▶ [Exercise]
Among the lines of data below, reproduce only those from the one with "fn bmom_version() ->" through the one with "fn bmom_status_name(status: i32)", exactly as they stand, both ends included.

▶ [Extracted information]
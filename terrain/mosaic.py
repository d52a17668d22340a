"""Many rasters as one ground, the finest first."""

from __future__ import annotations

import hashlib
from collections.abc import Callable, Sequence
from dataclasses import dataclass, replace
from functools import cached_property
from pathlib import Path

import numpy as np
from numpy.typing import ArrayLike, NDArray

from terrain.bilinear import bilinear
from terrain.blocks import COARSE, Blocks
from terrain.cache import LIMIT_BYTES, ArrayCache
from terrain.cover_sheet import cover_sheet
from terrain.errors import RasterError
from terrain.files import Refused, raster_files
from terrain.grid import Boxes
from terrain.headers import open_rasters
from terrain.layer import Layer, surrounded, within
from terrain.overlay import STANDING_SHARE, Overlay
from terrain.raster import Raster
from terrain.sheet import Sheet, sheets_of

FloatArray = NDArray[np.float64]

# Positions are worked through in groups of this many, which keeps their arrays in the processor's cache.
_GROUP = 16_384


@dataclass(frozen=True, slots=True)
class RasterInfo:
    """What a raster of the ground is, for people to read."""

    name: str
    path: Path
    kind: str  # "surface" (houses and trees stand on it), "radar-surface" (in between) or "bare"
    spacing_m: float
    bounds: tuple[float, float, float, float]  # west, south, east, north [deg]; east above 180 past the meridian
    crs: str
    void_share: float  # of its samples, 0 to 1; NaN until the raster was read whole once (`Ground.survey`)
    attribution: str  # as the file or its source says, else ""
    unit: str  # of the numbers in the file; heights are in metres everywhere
--
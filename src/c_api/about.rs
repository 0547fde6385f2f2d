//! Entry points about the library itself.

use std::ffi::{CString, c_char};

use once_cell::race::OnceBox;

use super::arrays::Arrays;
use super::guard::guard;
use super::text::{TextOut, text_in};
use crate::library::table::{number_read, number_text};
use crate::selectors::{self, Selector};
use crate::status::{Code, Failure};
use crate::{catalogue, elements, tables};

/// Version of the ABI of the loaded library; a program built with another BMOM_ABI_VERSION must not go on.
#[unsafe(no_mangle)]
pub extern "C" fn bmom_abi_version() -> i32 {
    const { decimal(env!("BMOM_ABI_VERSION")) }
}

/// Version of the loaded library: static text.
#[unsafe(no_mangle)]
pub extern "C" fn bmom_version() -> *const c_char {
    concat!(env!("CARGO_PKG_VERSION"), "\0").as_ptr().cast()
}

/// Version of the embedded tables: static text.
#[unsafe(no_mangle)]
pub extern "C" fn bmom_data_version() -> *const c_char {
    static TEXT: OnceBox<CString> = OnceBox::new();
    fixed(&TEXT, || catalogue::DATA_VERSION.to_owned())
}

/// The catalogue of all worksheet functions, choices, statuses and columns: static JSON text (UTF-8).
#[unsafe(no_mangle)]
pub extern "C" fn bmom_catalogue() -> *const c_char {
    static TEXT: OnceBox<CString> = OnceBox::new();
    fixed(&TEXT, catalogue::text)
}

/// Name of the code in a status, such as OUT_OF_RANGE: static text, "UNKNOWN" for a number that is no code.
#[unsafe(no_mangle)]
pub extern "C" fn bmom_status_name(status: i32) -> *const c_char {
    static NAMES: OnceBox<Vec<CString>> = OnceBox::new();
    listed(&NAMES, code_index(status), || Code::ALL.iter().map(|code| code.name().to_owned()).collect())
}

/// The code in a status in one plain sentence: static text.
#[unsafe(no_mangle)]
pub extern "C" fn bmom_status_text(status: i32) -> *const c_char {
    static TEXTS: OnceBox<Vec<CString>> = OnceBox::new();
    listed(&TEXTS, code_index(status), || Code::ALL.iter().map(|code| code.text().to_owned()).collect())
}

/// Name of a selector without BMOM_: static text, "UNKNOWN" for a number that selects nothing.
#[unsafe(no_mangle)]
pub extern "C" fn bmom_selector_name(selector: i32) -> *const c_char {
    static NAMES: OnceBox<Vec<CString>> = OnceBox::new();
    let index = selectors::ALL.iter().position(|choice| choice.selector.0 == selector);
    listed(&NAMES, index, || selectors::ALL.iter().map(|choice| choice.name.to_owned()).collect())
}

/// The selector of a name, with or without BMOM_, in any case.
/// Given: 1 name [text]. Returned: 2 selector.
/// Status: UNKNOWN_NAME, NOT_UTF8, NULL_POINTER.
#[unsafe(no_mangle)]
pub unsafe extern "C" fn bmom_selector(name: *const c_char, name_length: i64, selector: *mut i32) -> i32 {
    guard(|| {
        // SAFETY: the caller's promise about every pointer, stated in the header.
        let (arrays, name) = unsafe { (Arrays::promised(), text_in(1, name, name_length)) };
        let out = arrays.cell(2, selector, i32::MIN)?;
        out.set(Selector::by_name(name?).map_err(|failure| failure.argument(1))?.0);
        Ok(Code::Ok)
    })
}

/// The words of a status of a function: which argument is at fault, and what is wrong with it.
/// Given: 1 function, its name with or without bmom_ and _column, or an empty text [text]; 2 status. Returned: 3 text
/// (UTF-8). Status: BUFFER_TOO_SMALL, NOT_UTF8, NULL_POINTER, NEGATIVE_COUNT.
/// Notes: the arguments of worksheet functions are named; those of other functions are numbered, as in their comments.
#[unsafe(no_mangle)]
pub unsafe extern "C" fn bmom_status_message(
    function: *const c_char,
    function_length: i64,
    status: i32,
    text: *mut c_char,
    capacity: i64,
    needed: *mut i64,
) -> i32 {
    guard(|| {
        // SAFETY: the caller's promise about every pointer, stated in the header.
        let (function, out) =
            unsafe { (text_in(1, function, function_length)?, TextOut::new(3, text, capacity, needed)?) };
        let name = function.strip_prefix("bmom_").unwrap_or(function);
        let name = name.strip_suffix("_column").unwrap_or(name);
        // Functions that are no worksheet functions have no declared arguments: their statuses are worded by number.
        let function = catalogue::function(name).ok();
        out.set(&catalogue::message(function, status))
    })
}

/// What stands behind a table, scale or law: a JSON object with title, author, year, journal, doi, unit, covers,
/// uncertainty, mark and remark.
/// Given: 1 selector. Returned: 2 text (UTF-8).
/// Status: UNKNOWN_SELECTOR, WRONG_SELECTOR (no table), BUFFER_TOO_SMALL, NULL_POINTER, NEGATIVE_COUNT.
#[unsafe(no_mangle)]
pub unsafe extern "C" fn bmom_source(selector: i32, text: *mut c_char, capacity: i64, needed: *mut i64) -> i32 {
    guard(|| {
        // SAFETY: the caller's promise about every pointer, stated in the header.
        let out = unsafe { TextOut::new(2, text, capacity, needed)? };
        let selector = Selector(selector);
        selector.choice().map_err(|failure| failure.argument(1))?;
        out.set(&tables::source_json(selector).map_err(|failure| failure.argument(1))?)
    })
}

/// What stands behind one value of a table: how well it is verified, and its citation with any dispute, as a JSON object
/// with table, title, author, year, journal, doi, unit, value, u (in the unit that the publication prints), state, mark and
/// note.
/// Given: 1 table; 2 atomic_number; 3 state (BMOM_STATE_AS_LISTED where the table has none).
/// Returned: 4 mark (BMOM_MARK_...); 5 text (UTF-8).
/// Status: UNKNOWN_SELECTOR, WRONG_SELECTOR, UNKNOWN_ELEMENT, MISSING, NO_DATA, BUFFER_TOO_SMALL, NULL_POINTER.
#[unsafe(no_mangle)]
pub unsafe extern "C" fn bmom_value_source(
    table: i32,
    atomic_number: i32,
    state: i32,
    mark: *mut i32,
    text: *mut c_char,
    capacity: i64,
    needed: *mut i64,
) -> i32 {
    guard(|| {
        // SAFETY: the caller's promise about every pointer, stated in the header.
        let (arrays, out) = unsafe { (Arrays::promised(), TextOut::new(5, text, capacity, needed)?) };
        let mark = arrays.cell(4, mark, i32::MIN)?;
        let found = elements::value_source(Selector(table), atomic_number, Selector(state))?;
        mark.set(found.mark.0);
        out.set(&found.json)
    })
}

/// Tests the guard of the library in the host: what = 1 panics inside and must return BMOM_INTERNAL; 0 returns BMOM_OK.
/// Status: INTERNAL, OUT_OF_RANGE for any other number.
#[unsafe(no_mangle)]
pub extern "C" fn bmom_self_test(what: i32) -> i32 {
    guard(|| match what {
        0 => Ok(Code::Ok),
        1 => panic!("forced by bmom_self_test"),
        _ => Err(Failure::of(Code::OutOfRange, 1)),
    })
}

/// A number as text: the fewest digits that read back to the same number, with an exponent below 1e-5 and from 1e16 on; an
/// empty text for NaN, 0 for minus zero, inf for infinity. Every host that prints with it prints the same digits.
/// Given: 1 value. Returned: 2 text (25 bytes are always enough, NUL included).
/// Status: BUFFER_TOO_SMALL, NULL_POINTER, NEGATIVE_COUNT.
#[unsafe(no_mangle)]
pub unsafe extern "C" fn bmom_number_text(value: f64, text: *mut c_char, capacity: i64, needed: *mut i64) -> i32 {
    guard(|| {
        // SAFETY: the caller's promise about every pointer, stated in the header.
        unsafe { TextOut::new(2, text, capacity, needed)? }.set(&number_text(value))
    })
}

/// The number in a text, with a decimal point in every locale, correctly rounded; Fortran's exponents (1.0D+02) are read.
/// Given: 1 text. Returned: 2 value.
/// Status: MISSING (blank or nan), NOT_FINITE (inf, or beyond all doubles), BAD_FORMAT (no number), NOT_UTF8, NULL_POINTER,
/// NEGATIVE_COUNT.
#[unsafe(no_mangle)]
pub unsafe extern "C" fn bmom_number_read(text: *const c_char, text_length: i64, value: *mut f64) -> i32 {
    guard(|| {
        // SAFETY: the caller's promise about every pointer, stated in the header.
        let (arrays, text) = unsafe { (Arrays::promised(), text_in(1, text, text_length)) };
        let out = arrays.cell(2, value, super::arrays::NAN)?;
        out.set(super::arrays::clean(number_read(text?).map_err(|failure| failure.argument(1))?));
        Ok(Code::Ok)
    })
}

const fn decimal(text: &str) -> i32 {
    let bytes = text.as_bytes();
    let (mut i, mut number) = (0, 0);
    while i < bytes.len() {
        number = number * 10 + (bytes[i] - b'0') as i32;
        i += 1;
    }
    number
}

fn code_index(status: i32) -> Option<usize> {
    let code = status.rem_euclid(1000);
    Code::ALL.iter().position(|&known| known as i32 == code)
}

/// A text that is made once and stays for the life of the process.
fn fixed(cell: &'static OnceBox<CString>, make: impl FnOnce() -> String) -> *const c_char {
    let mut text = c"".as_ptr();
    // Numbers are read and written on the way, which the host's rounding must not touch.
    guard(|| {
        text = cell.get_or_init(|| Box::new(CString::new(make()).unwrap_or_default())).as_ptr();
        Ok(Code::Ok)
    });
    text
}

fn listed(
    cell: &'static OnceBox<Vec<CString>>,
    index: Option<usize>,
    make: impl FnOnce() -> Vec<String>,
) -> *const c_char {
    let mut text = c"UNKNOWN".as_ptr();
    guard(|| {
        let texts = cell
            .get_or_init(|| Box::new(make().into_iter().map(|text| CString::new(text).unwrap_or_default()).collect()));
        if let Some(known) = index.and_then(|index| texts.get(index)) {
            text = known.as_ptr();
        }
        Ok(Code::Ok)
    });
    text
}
---
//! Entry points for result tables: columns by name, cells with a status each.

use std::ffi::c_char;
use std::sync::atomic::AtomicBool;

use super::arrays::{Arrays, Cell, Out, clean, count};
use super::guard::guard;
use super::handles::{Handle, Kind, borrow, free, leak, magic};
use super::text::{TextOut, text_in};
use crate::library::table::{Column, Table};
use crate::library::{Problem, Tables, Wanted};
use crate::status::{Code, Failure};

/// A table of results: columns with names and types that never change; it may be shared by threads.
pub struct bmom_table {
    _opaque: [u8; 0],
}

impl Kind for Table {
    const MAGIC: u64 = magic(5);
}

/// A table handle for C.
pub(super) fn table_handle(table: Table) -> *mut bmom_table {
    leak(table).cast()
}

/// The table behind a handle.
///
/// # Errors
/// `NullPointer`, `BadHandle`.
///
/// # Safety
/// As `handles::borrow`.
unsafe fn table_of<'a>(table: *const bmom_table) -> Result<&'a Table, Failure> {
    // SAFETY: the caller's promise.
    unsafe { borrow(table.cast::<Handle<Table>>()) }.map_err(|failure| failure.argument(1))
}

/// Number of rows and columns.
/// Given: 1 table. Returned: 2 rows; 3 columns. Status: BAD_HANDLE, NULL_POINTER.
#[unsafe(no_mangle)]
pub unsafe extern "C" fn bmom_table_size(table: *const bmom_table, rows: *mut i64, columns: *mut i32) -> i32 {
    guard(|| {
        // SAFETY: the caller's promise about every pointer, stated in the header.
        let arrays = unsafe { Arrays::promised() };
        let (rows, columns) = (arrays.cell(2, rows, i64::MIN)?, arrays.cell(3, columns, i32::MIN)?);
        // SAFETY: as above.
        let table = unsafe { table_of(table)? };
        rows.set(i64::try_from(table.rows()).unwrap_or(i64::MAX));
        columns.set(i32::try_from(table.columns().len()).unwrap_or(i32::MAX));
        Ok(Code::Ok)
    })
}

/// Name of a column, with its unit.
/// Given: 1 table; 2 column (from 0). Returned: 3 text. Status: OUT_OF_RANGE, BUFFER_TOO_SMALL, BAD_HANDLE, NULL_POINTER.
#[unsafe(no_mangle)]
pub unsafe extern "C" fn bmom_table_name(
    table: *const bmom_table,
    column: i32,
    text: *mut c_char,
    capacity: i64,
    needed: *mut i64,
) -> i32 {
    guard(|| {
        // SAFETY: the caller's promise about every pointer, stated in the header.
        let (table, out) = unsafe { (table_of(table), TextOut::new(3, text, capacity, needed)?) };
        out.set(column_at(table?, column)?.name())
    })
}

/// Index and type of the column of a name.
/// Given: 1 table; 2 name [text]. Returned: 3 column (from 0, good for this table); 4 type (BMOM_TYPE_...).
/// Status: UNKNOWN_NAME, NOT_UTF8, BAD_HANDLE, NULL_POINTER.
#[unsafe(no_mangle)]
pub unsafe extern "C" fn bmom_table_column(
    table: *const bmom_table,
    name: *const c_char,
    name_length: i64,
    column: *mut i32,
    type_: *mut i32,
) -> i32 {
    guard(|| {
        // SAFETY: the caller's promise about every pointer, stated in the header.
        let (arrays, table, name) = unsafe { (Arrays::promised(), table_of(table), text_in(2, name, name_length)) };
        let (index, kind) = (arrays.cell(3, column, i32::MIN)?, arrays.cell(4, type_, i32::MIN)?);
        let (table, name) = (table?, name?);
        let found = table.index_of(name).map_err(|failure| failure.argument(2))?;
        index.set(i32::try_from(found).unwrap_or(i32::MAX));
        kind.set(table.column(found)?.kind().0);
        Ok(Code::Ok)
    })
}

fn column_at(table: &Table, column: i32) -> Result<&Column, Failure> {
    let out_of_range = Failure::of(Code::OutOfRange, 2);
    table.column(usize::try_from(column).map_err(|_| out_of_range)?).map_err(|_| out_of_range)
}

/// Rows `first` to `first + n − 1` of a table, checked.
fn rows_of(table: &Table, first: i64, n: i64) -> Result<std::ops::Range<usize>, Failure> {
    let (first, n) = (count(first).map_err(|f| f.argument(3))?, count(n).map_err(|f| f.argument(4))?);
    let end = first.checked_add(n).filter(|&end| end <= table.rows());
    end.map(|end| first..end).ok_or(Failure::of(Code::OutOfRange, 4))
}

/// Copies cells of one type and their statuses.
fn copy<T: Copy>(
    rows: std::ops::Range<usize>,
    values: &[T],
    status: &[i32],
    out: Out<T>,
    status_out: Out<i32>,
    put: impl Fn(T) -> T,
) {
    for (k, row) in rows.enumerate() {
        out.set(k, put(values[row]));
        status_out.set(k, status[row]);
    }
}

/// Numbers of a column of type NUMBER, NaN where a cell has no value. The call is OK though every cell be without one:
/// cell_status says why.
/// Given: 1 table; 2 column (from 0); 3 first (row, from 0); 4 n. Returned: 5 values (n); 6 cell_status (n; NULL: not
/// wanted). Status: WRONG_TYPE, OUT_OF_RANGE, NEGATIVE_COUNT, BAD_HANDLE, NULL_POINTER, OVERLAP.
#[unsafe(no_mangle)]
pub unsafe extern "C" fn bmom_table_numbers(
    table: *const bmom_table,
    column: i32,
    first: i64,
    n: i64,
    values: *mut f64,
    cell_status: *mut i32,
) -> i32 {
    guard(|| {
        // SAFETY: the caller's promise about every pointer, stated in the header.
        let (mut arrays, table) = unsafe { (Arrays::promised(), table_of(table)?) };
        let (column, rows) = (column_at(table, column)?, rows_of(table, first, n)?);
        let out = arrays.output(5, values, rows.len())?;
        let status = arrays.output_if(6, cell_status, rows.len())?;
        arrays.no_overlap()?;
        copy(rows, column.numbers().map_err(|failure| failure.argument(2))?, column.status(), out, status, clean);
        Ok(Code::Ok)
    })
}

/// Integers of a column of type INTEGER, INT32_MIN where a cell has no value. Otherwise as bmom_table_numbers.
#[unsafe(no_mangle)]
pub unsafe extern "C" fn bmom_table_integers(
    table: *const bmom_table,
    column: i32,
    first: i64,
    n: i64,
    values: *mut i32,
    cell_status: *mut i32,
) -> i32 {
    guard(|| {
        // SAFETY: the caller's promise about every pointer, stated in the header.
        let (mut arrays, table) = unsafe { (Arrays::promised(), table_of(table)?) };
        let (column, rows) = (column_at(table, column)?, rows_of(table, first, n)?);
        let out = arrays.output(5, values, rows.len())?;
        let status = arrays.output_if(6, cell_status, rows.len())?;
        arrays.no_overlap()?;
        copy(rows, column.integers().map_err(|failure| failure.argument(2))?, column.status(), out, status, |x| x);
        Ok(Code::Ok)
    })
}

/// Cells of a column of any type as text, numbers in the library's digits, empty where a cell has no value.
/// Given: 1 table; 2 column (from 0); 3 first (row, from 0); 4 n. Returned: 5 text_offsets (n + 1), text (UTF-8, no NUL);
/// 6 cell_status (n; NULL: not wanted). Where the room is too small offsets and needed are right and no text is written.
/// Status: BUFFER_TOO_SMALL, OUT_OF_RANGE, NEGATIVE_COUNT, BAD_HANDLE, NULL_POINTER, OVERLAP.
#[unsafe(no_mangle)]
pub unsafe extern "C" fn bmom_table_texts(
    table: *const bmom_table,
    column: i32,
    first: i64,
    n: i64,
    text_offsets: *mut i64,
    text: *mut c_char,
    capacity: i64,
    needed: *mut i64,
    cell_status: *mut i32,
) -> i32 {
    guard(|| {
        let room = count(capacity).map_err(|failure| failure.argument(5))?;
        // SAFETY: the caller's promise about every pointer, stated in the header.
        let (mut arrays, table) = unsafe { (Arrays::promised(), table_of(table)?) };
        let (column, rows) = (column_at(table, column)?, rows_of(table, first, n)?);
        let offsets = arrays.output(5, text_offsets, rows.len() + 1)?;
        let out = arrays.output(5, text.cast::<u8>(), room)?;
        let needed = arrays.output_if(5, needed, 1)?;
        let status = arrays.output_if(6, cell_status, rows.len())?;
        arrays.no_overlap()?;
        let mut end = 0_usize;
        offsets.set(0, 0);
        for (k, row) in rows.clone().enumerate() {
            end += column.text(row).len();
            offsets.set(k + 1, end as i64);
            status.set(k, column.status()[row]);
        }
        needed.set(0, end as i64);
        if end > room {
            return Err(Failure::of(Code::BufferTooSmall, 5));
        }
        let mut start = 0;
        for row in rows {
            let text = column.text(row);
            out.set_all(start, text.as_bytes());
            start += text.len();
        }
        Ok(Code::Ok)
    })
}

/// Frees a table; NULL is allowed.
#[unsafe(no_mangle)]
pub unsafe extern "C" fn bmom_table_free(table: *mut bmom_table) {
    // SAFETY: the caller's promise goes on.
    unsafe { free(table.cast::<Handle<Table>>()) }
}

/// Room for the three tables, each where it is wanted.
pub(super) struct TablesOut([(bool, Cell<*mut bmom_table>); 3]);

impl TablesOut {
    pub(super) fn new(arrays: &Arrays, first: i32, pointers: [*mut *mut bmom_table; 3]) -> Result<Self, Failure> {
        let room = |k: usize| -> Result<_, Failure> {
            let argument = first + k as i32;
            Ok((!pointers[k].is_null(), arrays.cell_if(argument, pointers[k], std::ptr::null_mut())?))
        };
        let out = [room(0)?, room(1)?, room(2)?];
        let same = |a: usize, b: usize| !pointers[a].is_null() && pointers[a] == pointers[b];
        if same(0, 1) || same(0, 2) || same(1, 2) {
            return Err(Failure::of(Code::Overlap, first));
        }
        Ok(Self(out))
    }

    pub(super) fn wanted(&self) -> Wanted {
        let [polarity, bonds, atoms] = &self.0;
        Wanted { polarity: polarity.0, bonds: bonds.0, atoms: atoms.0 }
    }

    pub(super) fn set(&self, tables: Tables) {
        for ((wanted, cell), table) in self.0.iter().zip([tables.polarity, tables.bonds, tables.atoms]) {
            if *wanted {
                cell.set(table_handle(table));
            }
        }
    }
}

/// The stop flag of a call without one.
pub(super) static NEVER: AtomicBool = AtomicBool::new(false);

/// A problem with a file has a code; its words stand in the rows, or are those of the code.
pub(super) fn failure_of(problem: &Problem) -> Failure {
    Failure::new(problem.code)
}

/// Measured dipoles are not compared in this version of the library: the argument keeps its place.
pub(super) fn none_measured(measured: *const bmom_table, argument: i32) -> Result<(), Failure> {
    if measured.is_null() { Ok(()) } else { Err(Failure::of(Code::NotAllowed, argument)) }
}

▶ [Exercise answer]
pub extern "C" fn bmom_version() -> *const c_char {
    concat!(env!("CARGO_PKG_VERSION"), "\0").as_ptr().cast()
}

/// Version of the embedded tables: static text.
#[unsafe(no_mangle)]
pub extern "C" fn bmom_data_version() -> *const c_char {
    static TEXT: OnceBox<CString> = OnceBox::new();
    fixed(&TEXT, || catalogue::DATA_VERSION.to_owned())
}

/// The catalogue of all worksheet functions, choices, statuses and columns: static JSON text (UTF-8).
#[unsafe(no_mangle)]
pub extern "C" fn bmom_catalogue() -> *const c_char {
    static TEXT: OnceBox<CString> = OnceBox::new();
    fixed(&TEXT, catalogue::text)
}

/// Name of the code in a status, such as OUT_OF_RANGE: static text, "UNKNOWN" for a number that is no code.
#[unsafe(no_mangle)]
pub extern "C" fn bmom_status_name(status: i32) -> *const c_char {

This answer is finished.